Morphological analysis and lemmatization
In computational linguistics, lemmatisation is the algorithmic process of determining the lemma for a given word. Since the process may involve complex tasks such as understanding context and determining the part of speech of a word in a sentence (requiring, for example, knowledge of the grammar of a language) it can be a hard task to implement a lemmatiser for a new language.
In many languages, words appear in several inflected forms. For example, in English, the verb ‘to walk’ may appear as ‘walk’, ‘walked’, ‘walks’, ‘walking’. The base form, ‘walk’, that one might look up in a dictionary, is called the lemma for the word. The combination of the base form with the part of speech is often called the lexeme of the word.
The word “meeting” can be either the base form of a noun or a form of a verb (“to meet”) depending on the context, e.g., “in our last meeting” or “We are meeting again tomorrow”. The morphological analyser provides the full list of morphological features for a given form. Lemmatisation can in principle select the appropriate lemma depending on the context.
The morphological analyzer used by Tint (called DigiMorph) has been trained with the Morph-it lexicon, but it’s possible to extend or retrain it with other Italian datasets. In order to grant fast performance, the model storage has been implemented with the mapDB Java library that provides an excellent variation of the Cassandra’s Sorted String Table. To extend the coverage of the results, especially for the complex forms, such as “porta-ce-ne”, “portar-glie-lo” or “bi-direzionale”, the module tries to decompose the token into prefix-root-infix-suffix and attempts to resolve the root form.
The module for the lemmatization is a rule-based system that works by combining the Part-of-Speech output and the results of the Morphological Analyzer so to disambiguate the morphological features using the grammatical annotation. In order to increase the accuracy of the results, the module tries to detect the genre of noun lemmas relying to the analysis of their processed articles.
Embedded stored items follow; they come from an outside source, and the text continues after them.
tp_status tp_reportsections_budget(tp_report *r, tp_report_section *s, const tp_reportcase *c,
                                   tp_diag *d)
{
    static const char *const qhead[] = {"quantity", "value", "unit"};
    static const char *const chead[] = {"verdict", "check", "value", "limit", "unit", "note"};
    const tp_budget *b = c->budget;
    tp_report_table *t;
    char awg[80], mm2[80], buf[TP_REPORTCASE_WHY];
    int i;
    (void)r;
    (void)d;
    if (!b) {
        missing(s, c, TP_STUDY_BUDGET);
        return TP_OK;
    }
    tp_report_para(s, "Currents, supply headroom, wiring and fuse, as `tepid budget` works them "
                      "out; the running point is the %s (heater at %.1f degC, duty %.3f).",
                   b->holding ? "holding point" : b->out_of_reach ? "full power (the setpoint is "
                                                                    "out of reach)"
                                                                  : "full power",
                   b->t_hold - TP_KELVIN_0C, b->duty_hold);
    t = tp_report_table_add(s, "Currents and power", 3, qhead);
    qrow(t, "supply voltage", 1, b->v, "V");
    qrow(t, "heater resistance at cold start", 3, b->r_cold, "ohm");
    qrow(t, "cold-start current", 2, b->i_cold, "A");
    qrow(t, "cold-start power into the heater", 1, b->p_cold, "W");
    if (b->wire_cold > 0)
        qrow(t, "cold-start loss in the series path", 2, b->wire_cold, "W");
    if (b->circuit.total > 0)
        qrow(t, "series path", 1, 1e3 * b->circuit.total, "mohm");
    qrow(t, "on-current at the running point", 2, b->i_hold_on, "A");
    qrow(t, "mean current at the running point", 2, b->i_hold_avg, "A");
    qrow(t, "mean power at the running point", 1, b->p_hold, "W");
    if (c->desc->n_loads)
        qrow(t, "other loads at cold start", 2, b->i_loads_cold, "A");
    qrow(t, "supply current at cold start", 2, b->i_total_cold, "A");
    qrow(t, "supply current peak while running", 2, b->i_total_hold_peak, "A");
    qrow(t, "supply current mean while running", 2, b->i_total_hold_avg, "A");
    qrow(t, "supply rating", 2, b->i_rating, "A");
    if (isfinite(b->i_rating)) {
        qrow(t, "headroom at cold start", 1,
             100.0 * (b->i_rating - b->i_total_cold) / b->i_rating, "%");
        qrow(t, "headroom while running (mean)", 1,
             100.0 * (b->i_rating - b->i_total_hold_avg) / b->i_rating, "%");
    }
    if (c->desc->wiring.present) {
        qrow(t, "wiring drop at cold start", 3, b->drop_cold, "V");
        qrow(t, "wiring loss at cold start", 2, b->wire_loss_cold, "W");
        qrow(t, "wiring loss while running (mean)", 2, b->wire_loss_hold, "W");
        qrow(t, "wire ampacity", 1, b->ampacity.amps, "A");
    }
    if (tp_isset(c->desc->wiring.switch_resistance))
        qrow(t, "switch loss while running (mean)", 2, b->switch_loss_hold, "W");
    if (b->fuse > 0)
        qrow(t, b->fuse_fitted ? "fuse (fitted)" : "fuse (suggested)", -3, b->fuse, "A");
    qrow(t, "heater power density at cold start", 2, b->density * 1e-4, "W/cm2");
    qrow(t, "power-density limit of the heater type", -3, b->density_limit * 1e-4, "W/cm2");
    wire_text(awg, sizeof awg, &b->wire.awg, 1);
    wire_text(mm2, sizeof mm2, &b->wire.metric, 0);
    tp_report_para(s, "Ampacity table: %s (%s). Smallest wire for %.2f A%s: %s, or %s.",
                   tp_ampacity_table_name(b->wire_cond.installation),
                   tp_ampacity_table_conditions(b->wire_cond.installation), b->wire.amps,
                   isfinite(b->wire.length) ? " within the drop limit" : "", awg, mm2);
    if (b->fuse > 0 && !b->fuse_fitted)
        tp_report_para(s, "Fuse: %.3g A, %s.", b->fuse,
                       b->fuse_below_rule
                           ? "the largest standard size between the running current and the "
                             "wire's ampacity, under 1.25 x the current: it may open on a long "
                             "warm-up; a thicker wire lets the fuse follow the rule"
                           : "the next standard size at or above 1.25 x the cold-start current "
                             "(common practice, no source)");
    if (b->n_checks == 0) {
        tp_report_para(s, "No checks: add supply: and wiring: to check the supply and the "
                          "wiring.");
        return TP_OK;
    }
    t = tp_report_table_add(s, "Checks", 6, chead);
    for (i = 0; i < b->n_checks; i++) {
        const tp_check *k = &b->checks[i];
        tp_report_cell(t, "%s", tp_budget_verdict_name(k->verdict));
        tp_report_cell(t, "%s", k->name);
        tp_report_cell(t, "%.2f", k->value);
        if (isfinite(k->limit))
            tp_report_cell(t, "%.2f", k->limit);
        else
            tp_report_cell(t, "no limit");
        tp_report_cell(t, "%s", k->unit);
        tp_report_cell(t, "%s", k->note);
    }
    budget_verdict(buf, sizeof buf, b);
    tp_report_para(s, "Verdict: %s.", buf);
    return TP_OK;
}

/* ---- protection --------------------------------------------------------------------------- */

static double setting(const tp_guard_settings *s, int k)
{
    const double m[TP_G_COUNT] = {s->rise_window, s->rise_min, s->approach,
                                  s->hold_band,   s->hold_grace, s->ceiling};
    return m[k];
}

/* A threshold as `tepid guard` writes it. */
static void setting_text(int k, double v, char *buf, size_t size)
{
    if (!isfinite(v))
        snprintf(buf, size, "(none)");
    else if (k == TP_G_RISE_WINDOW || k == TP_G_HOLD_GRACE)
        snprintf(buf, size, "%.0f s", v);
    else if (k == TP_G_CEILING)
        snprintf(buf, size, "%.0f degC", v - TP_KELVIN_0C);
    else
        snprintf(buf, size, "%.1f K", v);
}

static void time_or(char *buf, size_t size, double t, const char *none)
{
    if (isfinite(t))
        tp_summary_duration(t, buf, size);
    else
        snprintf(buf, size, "%s", none);
}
For instance, for the correct lemmatization of “il latte/the milk”, the module uses the singular article “il” to identify the correct gender/number of the lemma “latte” and returns “latte/milk” (male, singular) instead of “latta/metal sheet” (female, which plural form is “latte”).
The model provided with Tint (in mapDB format) is already included in the jar package as a resource, and is released under the Creative Commons Attribution-ShareAlike 3.0 license.
The DigiMorph module can analyze 97,000 token/second.